Nicolas Barrial, un vétéran de « Second Life », cette ancêtre du fameux métavers, étudie et documente depuis plus de dix ans la communauté, ses développements et la sociologie des acteurs de la réalité virtuelle. Comme il est aussi un observateur du renouveau de la VR via l’Oculus Rift, Poptronics lui a demandé pourquoi les mondes virtuels semblent toujours à l’index.

« Un anneau pour les gouverner tous… » L’Oculus Rift est un peu comme l’anneau de Tolkien, vecteur de convergence du monde des humains et de celui des avatars. Mais sous quelle bannière ? A dire vrai, les concepteurs de l’Oculus Rift semblent se ficher comme d’une guigne des communautés virtuelles préexistantes. On ne leur en tiendrait pas rigueur s’ils ne s’épanchaient à l’envi sur l’avènement d’un Internet habité, un métavers.

Or, c’est bien dans le « prolétariat » du contenu généré par les utilisateurs que l’on trouve déjà des vies largement gouvernées par la virtualité. En l’occurrence, au sein des mondes virtuels créatifs. Il s’agirait presque d’un déni de paternité si l’on considère l’anecdote suivante : c’est Cory Ondrejka, le co-créateur de Second Life, devenu chef ingénieur chez Facebook, qui a commandité le rachat d’Oculus par le réseau social.

Mais si confier aux utilisateurs la construction d’un monde ressemble à un piège parfait, c’est aussi assez chronophage pour prendre des parts de marché au jeu vidéo. Un marché sur lequel Oculus compte pour s’imposer dans les foyers. A titre d’exemple, Sony a récemment abandonné Home, le monde virtuel de la Playstation, parce qu’il contrevenait à la vente de temps de jeu. Ce sont bien deux cultures qui s’affrontent et Oculus a choisi son camp : s’il y a un métavers, il en voudra les clés.

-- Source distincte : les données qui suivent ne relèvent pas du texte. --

package lsp

import (
	"testing"
	"unicode/utf16"

	"go.lsp.dev/protocol"
	"go.lsp.dev/uri"
	"pgregory.net/rapid"

	"triodeck/parser"
	"triodeck/parser/source"
)

func TestAgree(t *testing.T) {
	for _, c := range []struct {
		offers []protocol.PositionEncodingKind
		want   protocol.PositionEncodingKind
	}{
		{nil, "utf-16"},
		{[]protocol.PositionEncodingKind{"utf-16"}, "utf-16"},
		{[]protocol.PositionEncodingKind{"utf-32"}, "utf-16"},
		{[]protocol.PositionEncodingKind{"utf-16", "utf-8"}, "utf-8"},
	} {
		if _, got := agree(c.offers); got != c.want {
			t.Errorf("agree(%q) = %q, want %q", c.offers, got, c.want)
		}
	}
}

func TestPaths(t *testing.T) {
	for _, c := range []struct {
		platform uri.Platform
		uri      uri.URI
		path     string
	}{
		{uri.PlatformPOSIX, "file:///home/anna/d%20k/%C2%B5.sp", "/home/anna/d k/µ.sp"},
		{uri.PlatformWindows, "file:///c%3A/decks/a%20b.sp", `c:\decks\a b.sp`},
		{uri.PlatformWindows, "file:///C:/decks/a.sp", `c:\decks\a.sp`},
		{uri.PlatformWindows, "file://server/share/a.sp", `\\server\share\a.sp`},
		{uri.PlatformPOSIX, "untitled:Untitled-1", "untitled:Untitled-1"},
	} {
		got := pathOn(c.platform, c.uri)
		if got != c.path {
			t.Errorf("path of %s is %q, want %q", c.uri, got, c.path)
		}
		if c.uri.Scheme() != "file" {
			continue
		}
		if back := pathOn(c.platform, uri.FileFor(c.platform, got)); back != got {
			t.Errorf("%q does not come back: %q", got, back)
		}
	}
}

// decks draws texts with everything that makes columns hard: bytes that are no
// UTF-8, characters of two UTF-16 units, every line end.
var decks = rapid.Custom(func(t *rapid.T) string {
	text := ""
	for range rapid.IntRange(0, 12).Draw(t, "pieces") {
		text += rapid.SampledFrom([]string{"M1 d g s b n", "µ", "Ω", "𝛀", "\n", "\r\n", "\r", "\xb5", "*@ bias v(a)=1", " ", "", "\t"}).Draw(t, "piece")
	}
	return text
})

// TestPositionsComeBack: every offset at the edge of a character, outside of a
// line break, survives the way to a position and back.
func TestPositionsComeBack(t *testing.T) {
	rapid.Check(t, func(t *rapid.T) {
		f := parser.Parse([]byte(decks.Draw(t, "deck")))
		enc := encoding{rapid.SampledFrom([]source.Encoding{source.Bytes, source.UTF16}).Draw(t, "unit")}
		for i := range f.Src {
			at := int32(i)
			line, _ := f.Lines().Position(at, source.Bytes)
			if at > f.Lines().LineSpan(line).End {
				continue
			}
			if back := enc.offset(f, enc.position(f, at)); back != at {
				t.Fatalf("offset %d of %q comes back as %d", at, f.Src, back)
			}
		}
	})
}

// TestEditsByPosition holds edits that come as UTF-16 ranges equal to the same
// edits made on UTF-16 text.
func TestEditsByPosition(t *testing.T) {
	enc := encoding{source.UTF16}
	rapid.Check(t, func(t *rapid.T) {
		f := parser.Parse([]byte(rapid.StringMatching(`([a-cµ𝛀 ]|\n){0,30}`).Draw(t, "deck")))
		model := utf16.Encode([]rune(f.Src))
		for range rapid.IntRange(1, 6).Draw(t, "edits") {
			a, b := boundary(t, model), boundary(t, model)
			a, b = min(a, b), max(a, b)
			text := rapid.StringMatching(`([xyΩ𝛀]|\n){0,4}`).Draw(t, "text")
			f = f.Edit(enc.spanOf(f, protocol.Range{Start: position16(model, a), End: position16(model, b)}), text)
			model = append(append(append([]uint16{}, model[:a]...), utf16.Encode([]rune(text))...), model[b:]...)
			if want := string(utf16.Decode(model)); f.Src != want {
				t.Fatalf("the text is %q, want %q", f.Src, want)
			}
		}
	})
}

// boundary draws an index of UTF-16 text that is not inside a character.
func boundary(t *rapid.T, text []uint16) int {
	i := rapid.IntRange(0, len(text)).Draw(t, "at")
	if i < len(text) && i > 0 && utf16.IsSurrogate(rune(text[i])) && utf16.IsSurrogate(rune(text[i-1])) && text[i] >= 0xDC00 {
		i--
	}
	return i
}

func position16(text []uint16, at int) protocol.Position {
	var p protocol.Position
	for _, u := range text[:at] {
		p.Character++
		if u == '\n' {
			p = protocol.Position{Line: p.Line + 1}
		}
	}
	return p
}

Oculus est le cerbère de la porte mais se rêve en démiurge

Brendan Iribe, CEO d’Oculus, à qui l’on demandait pourquoi c’était Facebook et non un géant du jeu vidéo qui avait racheté sa start-up, déclarait en mai 2014 : « Voulez-vous créer une plate-forme avec un milliard d’utilisateurs ou juste quelques millions ? » Beaucoup y ont vu le signe de l’avènement du fameux métavers. Mais rien dans la culture d’Oculus, ni même chez Facebook, ne laisse présager qu’ils soient prêts à mener une telle entreprise.

Pourquoi ? Tout simplement parce que décréter le métavers, c’est mal. C’est ce que nous racontent toutes les dystopies du futur. Lucidscape, une start-up qui développe un moteur capable de simuler un vaste réseau de mondes virtuels, donne cette définition du métavers : « Dépourvu de toutes formes de contrôle centralisé, libre de gardiens et de censure sous couvert de curation. Parce que si quelqu’un vous dit ce que vous êtes autorisé à faire à l’intérieur, alors ce n’est pas le métavers. »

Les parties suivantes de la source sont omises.